Your goal.
From the entries below, count the lines with "close". Write only the count.

Saved data entries:
------------------------------------------------
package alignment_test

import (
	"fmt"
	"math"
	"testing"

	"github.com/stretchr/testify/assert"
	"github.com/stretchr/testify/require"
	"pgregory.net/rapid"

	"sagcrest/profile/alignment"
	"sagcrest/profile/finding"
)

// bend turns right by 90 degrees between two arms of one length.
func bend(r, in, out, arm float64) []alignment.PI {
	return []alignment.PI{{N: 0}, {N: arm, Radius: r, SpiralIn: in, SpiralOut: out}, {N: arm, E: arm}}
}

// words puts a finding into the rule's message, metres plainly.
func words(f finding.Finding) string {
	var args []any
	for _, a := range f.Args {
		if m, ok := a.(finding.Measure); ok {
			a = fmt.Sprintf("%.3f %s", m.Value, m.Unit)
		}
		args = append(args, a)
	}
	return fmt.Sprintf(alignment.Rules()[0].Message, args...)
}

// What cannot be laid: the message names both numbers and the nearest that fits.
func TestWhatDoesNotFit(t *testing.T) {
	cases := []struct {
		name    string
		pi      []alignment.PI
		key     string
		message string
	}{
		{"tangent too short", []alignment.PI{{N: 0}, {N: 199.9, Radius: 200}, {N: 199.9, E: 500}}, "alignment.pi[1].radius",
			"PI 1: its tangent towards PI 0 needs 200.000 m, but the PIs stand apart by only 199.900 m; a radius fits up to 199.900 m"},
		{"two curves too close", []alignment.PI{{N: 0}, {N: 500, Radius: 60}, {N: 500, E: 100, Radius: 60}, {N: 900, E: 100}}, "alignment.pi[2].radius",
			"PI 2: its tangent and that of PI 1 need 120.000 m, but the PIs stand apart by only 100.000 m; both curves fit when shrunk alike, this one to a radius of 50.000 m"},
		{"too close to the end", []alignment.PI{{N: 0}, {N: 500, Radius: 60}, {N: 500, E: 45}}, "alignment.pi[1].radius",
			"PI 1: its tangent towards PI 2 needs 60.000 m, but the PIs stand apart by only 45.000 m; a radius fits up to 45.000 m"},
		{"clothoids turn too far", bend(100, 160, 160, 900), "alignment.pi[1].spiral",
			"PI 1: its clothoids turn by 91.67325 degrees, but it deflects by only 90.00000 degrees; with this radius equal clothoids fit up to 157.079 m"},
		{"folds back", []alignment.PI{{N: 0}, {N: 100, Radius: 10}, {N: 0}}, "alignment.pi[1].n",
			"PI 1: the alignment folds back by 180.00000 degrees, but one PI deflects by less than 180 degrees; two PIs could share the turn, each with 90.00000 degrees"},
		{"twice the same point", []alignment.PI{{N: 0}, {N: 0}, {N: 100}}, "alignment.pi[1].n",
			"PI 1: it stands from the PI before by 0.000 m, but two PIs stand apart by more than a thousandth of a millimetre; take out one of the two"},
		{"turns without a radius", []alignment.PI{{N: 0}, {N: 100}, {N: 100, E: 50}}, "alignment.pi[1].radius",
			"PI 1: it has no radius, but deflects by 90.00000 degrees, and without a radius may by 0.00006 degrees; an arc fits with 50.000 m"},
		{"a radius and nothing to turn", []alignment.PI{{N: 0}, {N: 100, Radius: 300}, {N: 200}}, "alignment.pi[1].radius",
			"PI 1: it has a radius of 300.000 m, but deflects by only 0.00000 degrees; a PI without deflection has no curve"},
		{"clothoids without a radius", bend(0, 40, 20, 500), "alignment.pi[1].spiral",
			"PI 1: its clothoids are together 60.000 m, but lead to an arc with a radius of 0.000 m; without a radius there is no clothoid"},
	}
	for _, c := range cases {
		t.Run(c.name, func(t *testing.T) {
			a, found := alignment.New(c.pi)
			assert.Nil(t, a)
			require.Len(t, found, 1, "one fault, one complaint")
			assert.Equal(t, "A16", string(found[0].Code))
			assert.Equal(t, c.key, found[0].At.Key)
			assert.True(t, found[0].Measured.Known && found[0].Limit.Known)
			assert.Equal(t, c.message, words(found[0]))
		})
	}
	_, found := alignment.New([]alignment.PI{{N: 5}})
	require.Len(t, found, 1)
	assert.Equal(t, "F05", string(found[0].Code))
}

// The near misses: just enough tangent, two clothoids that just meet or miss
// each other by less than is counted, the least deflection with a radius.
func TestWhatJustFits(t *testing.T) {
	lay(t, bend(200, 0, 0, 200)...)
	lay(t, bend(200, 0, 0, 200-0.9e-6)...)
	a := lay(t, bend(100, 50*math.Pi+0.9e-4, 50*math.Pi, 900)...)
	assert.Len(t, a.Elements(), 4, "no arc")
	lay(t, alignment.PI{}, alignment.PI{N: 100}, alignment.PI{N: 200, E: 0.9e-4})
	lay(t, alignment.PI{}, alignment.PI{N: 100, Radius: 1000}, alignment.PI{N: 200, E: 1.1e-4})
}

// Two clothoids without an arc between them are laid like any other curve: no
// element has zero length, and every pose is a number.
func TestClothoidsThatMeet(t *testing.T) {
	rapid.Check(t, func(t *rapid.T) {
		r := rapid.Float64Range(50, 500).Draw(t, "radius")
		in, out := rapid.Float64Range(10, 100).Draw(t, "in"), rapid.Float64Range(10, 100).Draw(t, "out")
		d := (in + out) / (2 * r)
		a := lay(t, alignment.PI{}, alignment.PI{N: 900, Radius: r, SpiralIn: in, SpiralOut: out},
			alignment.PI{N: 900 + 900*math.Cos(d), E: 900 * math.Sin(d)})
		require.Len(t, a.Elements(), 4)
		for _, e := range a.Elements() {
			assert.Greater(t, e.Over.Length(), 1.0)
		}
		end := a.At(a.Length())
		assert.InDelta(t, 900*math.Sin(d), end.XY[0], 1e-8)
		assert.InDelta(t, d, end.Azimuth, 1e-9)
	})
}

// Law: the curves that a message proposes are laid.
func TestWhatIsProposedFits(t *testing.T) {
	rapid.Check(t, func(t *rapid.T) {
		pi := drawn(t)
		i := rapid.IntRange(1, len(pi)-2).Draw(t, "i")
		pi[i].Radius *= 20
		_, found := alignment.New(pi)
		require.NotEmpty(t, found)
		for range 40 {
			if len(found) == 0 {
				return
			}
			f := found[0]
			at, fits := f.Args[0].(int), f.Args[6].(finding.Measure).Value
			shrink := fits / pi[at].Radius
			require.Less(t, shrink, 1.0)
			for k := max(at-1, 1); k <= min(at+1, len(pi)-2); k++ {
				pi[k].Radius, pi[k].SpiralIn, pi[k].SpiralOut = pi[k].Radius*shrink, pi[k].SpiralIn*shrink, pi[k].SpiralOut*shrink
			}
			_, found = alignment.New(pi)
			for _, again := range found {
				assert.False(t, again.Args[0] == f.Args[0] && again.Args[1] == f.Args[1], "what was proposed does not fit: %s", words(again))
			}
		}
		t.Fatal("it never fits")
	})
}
------------------------------------------------
Response to this task.
2